左仟浔心突然揪了起来,“这么突然????”
“嗯,太突然了,昨天他还在朋友圈发他孩子的视频来着。今天就……有时候意外说来就来。”余牧说到这里,突然有点哽咽。
牺牲的是另一个队的副队长,以前一起执行过任务,他人相当的好。
最重要的是,好像是前年他才结婚,去年有了女儿。这家属知道了这事该多伤心。
“那我赶紧送你回去。”
“嗯。”
余牧没再说别的,别过脸去看窗外。左仟浔识趣地没去打扰她,而是加快了车速。
车子缓缓行驶下山,掠过山峦树影,余牧盯着快速倒退的影子发呆。
他是在缉l毒任务中牺牲的,歹徒虽然逮到了,但他人没了。余牧想起上次自己执行任务,组里的几个人或多或少都有一点小伤。

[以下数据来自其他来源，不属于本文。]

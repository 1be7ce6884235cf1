import { sql } from 'kysely'
import type { Trx } from '@/lib/db/client'
import { refuse } from '@/lib/http/errors'
import type { CalibrationDetail, Spindle } from '@/lib/instrument/queries/list'
import { instrumentDoubt } from '../rules/weighing'

type Kind = 'balance' | 'meter' | 'viscometer'
const words: Record<Kind, string> = { balance: 'balance', meter: 'meter', viscometer: 'viscometer' }

/** The instrument that was used, and what is doubtful about it now; null where none was named. */
export async function doubtOf(trx: Trx, id: string | null, kinds: readonly Kind[], field: string) {
  if (id === null) return null
  const found = await trx
    .selectFrom('instrument')
    .leftJoinLateral(
      (eb) =>
        eb
          .selectFrom('calibration')
          .select(['calibration.dueOn', 'calibration.result'])
          .select((inner) => inner.ref('calibration.detail').$castTo<CalibrationDetail | null>().as('detail'))
          .whereRef('calibration.instrumentId', '=', 'instrument.id')
          .orderBy('calibration.calibratedAt', 'desc')
          .orderBy('calibration.id', 'desc')
          .limit(1)
          .as('newest'),
      (join) => join.onTrue(),
    )
    .select(['instrument.code', 'instrument.kind', 'instrument.isActive'])
    .select((eb) => eb.ref('instrument.spindles').$castTo<Spindle[]>().as('spindles'))
    .select(['newest.dueOn', 'newest.result', 'newest.detail'])
    .select(
      sql<string>`(app_now() at time zone coalesce((select time_zone from lab), 'UTC'))::date::text`.as(
        'today',
      ),
    )
    .where('instrument.id', '=', id)
    .executeTakeFirst()
  const told = (sentence: string) => refuse.invalid(sentence, { [field]: sentence })
  if (!found) throw told('That instrument is not in the lab’s list. Choose another.')
  if (!kinds.includes(found.kind as Kind)) {
    throw told(`${found.code} is no ${kinds.map((kind) => words[kind]).join(' or ')}. Choose one.`)
  }
  if (!found.isActive) throw told(`${found.code} is out of use. Choose another.`)
  return { ...found, doubt: instrumentDoubt(found, found.today) }
}
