import { sql } from 'kysely'
import type { Db } from '@/lib/db/client'
import { gramsOfJars } from '@/lib/science/jar-grams'

/** Batches with the grams that are still free: yield less what earlier studies filled, loss included. */
function batches(db: Db) {
  return db
    .selectFrom('batch')
    .innerJoin('formulaVersion', 'formulaVersion.id', 'batch.formulaVersionId')
    .innerJoin('formula', 'formula.id', 'formulaVersion.formulaId')
    .select(['batch.id', 'batch.code', 'batch.state', 'batch.yieldG', 'batch.madeAt'])
    .select(['formula.code as formulaCode', 'formula.name as formulaName', 'formula.emulsionType'])
    .select(['formula.clientId', 'formula.isReference', 'batch.productLot'])
    .select(
      sql<Filled[]>`(
        select coalesce(jsonb_agg(filled), '[]') from (
          select count(*) as "jars", study.fill_g as "fillG", (study.plan->>'lossPercent')::numeric as "lossPercent"
          from jar join study on study.id = jar.study_id where jar.batch_id = batch.id group by study.id
        ) filled
      )`.as('filled'),
    )
}

type Filled = { jars: number; fillG: number; lossPercent: number }

function withTaken<T extends { filled: Filled[] }>(rows: T[]) {
  return rows.map(({ filled, ...batch }) => ({
    ...batch,
    takenG: filled.reduce((sum, f) => sum + gramsOfJars(f.jars, f.fillG, f.lossPercent), 0),
  }))
}

export async function listBatchesForStart(db: Db, ids: string[]) {
  return withTaken(
    await batches(db)
      .where('batch.id', '=', sql<string>`any(${ids}::uuid[])`)
      .execute(),
  )
}

/** What the start of a study offers: released batches, newest first. */
export async function listReleasedBatches(db: Db) {
  return withTaken(
    await batches(db)
      .where('batch.state', '=', 'released')
      .orderBy('batch.madeAt', 'desc')
      .limit(200)
      .execute(),
  )
}
export type ReleasedBatch = Awaited<ReturnType<typeof listReleasedBatches>>[number]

为了保证社会稳定,他们常常都有一种走钢丝的感觉。可余牧觉得,既然选择了做警l察,那丢掉怯懦,无畏无惧,只是这种情况还是太让人伤心了。
一小时后,车子开出山路,行驶在郊区马路上,左仟浔突然和余牧搭话:
“你工作这些年,遇到过什么比较危机的事么?”
在这之前,余牧已经一只手撑着下巴发了很久的呆。她回过神来,说:
“挺多的。”
“说来听听?”
“那还真的挺多的,随便说一个吧,刚执行任务的时候,和组里老大去端一个窝,那时候年少轻狂,没把那些滑头放在眼里,大腿直接被捅了一刀。”
“什么???”左仟浔吓到心脏骤然收缩了一下,踩了刹车把车停在路边,她以为她听错了,又问了句:“你说什么?你以前大腿被捅了一刀?”

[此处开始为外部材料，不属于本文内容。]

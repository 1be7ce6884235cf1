import type { Actor } from '@/lib/auth/actor'
import type { Trx } from '@/lib/db/client'
import { refuse } from '@/lib/http/errors'
import { batchValue, measured } from '../rules/readings'
import { restHours } from '../rules/rest'
import type { BatchReadingInput } from '../schema'
import { assertState, findBatch, whenDone } from './find-batch'
import { doubtOf } from './instrument-doubt'

/**
 * A reading of the batch itself: a check while it is made, or its initial. An initial before the rest is over and a
 * correction say why; the same id again answers with what stands.
 */
export async function readBatch(trx: Trx, actor: Actor, code: string, input: BatchReadingInput) {
  const batch = await findBatch(trx, code)
  const { id, moment, attribute, replicate } = input
  const label = measured[attribute].label
  const readings = await trx
    .selectFrom('batchReading')
    .select(['id', 'replicate', 'supersedes', 'value'])
    .where('batchId', '=', batch.id)
    .where('moment', '=', moment)
    .where('attribute', '=', attribute)
    .execute()
  const kept = readings.find((reading) => reading.id === id)
  if (kept) return { id, value: kept.value }
  assertMoment(batch, input)
  const instrument = await doubtOf(
    trx,
    input.instrumentId,
    ['meter', 'viscometer', 'balance'],
    'instrumentId',
  )
  const value = batchValue(input, instrument?.spindles ?? [])
  if ('sentence' in value) throw refuse.invalid(value.sentence, { [value.field]: value.sentence })
  if (input.supersedes === null && readings.some((reading) => reading.replicate === replicate)) {
    throw refuse.conflict(
      `${label} ${replicate} of ${code} was read already. Correct it, or read another replicate.`,
    )
  }
  if (input.supersedes !== null) assertCorrection(label, readings, input)
  const at = { readAt: whenDone(batch, input), recordedAt: batch.now }
  const { typed, instrumentId, note, supersedes, reason, isFromPaper } = input
  await trx
    .insertInto('batchReading')
    .values({
      ...{ id, batchId: batch.id, moment, attribute, replicate, typed, value: value.value, ...at },
      ...{ instrumentId, instrumentDoubt: instrument?.doubt ?? null, note, supersedes, reason, isFromPaper },
      detail: JSON.stringify(value.detail),
      readBy: actor.personId,
    })
    .execute()
  return { id, value: value.value }
}

function assertMoment(batch: Awaited<ReturnType<typeof findBatch>>, input: BatchReadingInput) {
  if (input.moment === 'in process') {
    assertState(batch, ['making', 'resting'], 'Checks in process belong to making.')
    return
  }
  assertState(
    batch,
    ['resting', 'released'],
    batch.state === 'making' ? 'Its initial is read once it has rested.' : 'Nothing more is read of it.',
  )
  const rested = batch.restedHours ?? 0
  if (rested < restHours.least && !input.reason) {
    throw refuse.invalid(
      `${batch.code} has rested ${Math.floor(rested)} of ${restHours.least} h. Wait, or say why it is read now.`,
      { reason: 'Say why it is read before the rest is over.' },
    )
  }
}

function assertCorrection(
  label: string,
  readings: readonly { id: string; replicate: number; supersedes: string | null }[],
  { supersedes, replicate, reason }: BatchReadingInput,
) {
  const before = readings.find((reading) => reading.id === supersedes)
  if (before?.replicate !== replicate || readings.some((reading) => reading.supersedes === supersedes)) {
    throw refuse.conflict(`That ${label} was corrected already or is not there. Load the page again.`)
  }
  if (!reason) {
    throw refuse.invalid(`Say why ${label} ${replicate} is corrected.`, {
      reason: 'Say why the reading is corrected.',
    })
  }
}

“嗯,但是两年前的事了,现在只是有个印子而已,问题不大。”
她太云淡风轻,好像这些对她来说根本不算什么。
“我看看。”左仟浔作势弯腰就要去拉余牧的裤腿,却发现她今天穿的长款牛仔裤。
余牧:“真没事。”
“怎么可能没事?刀子捅到肉里会没事?”
余牧表情有极其细微的变化,语气却还是没变:“没有办法,这是我的工作。”
其实很早以前,在知道余牧的梦想是当警官的时候,左仟浔就想过这个问题。
这不仅仅是个赋予了荣耀的职业,同样也夹带着危险。
每年有成千上万的警l察殉职,但即便是这样,仍然有很多人梦想着当警察,也许这就是这个职业的伟大之处吧。
“嗯。”左仟浔突然有点语塞,别过头去,把眼里噙着的泪又憋了回去,重新发动引擎。
现在最重要的不是这些,而是能让余牧及时去看看她的同事。
车子朝市中心开,根据其他同事那边的消息,说是人已经送到家属小区去了。
A市向来有这样的习俗,人死之后,一定要先回家,不管是在乡下还是城市,都要在小区或者院子里停上几天,亲属朋友会前来吊唁。
余牧下了车,有点疲惫,对左仟浔说:“你先回去吧。”
“好。”
话虽然这么说,但左仟浔却没有要走的意思。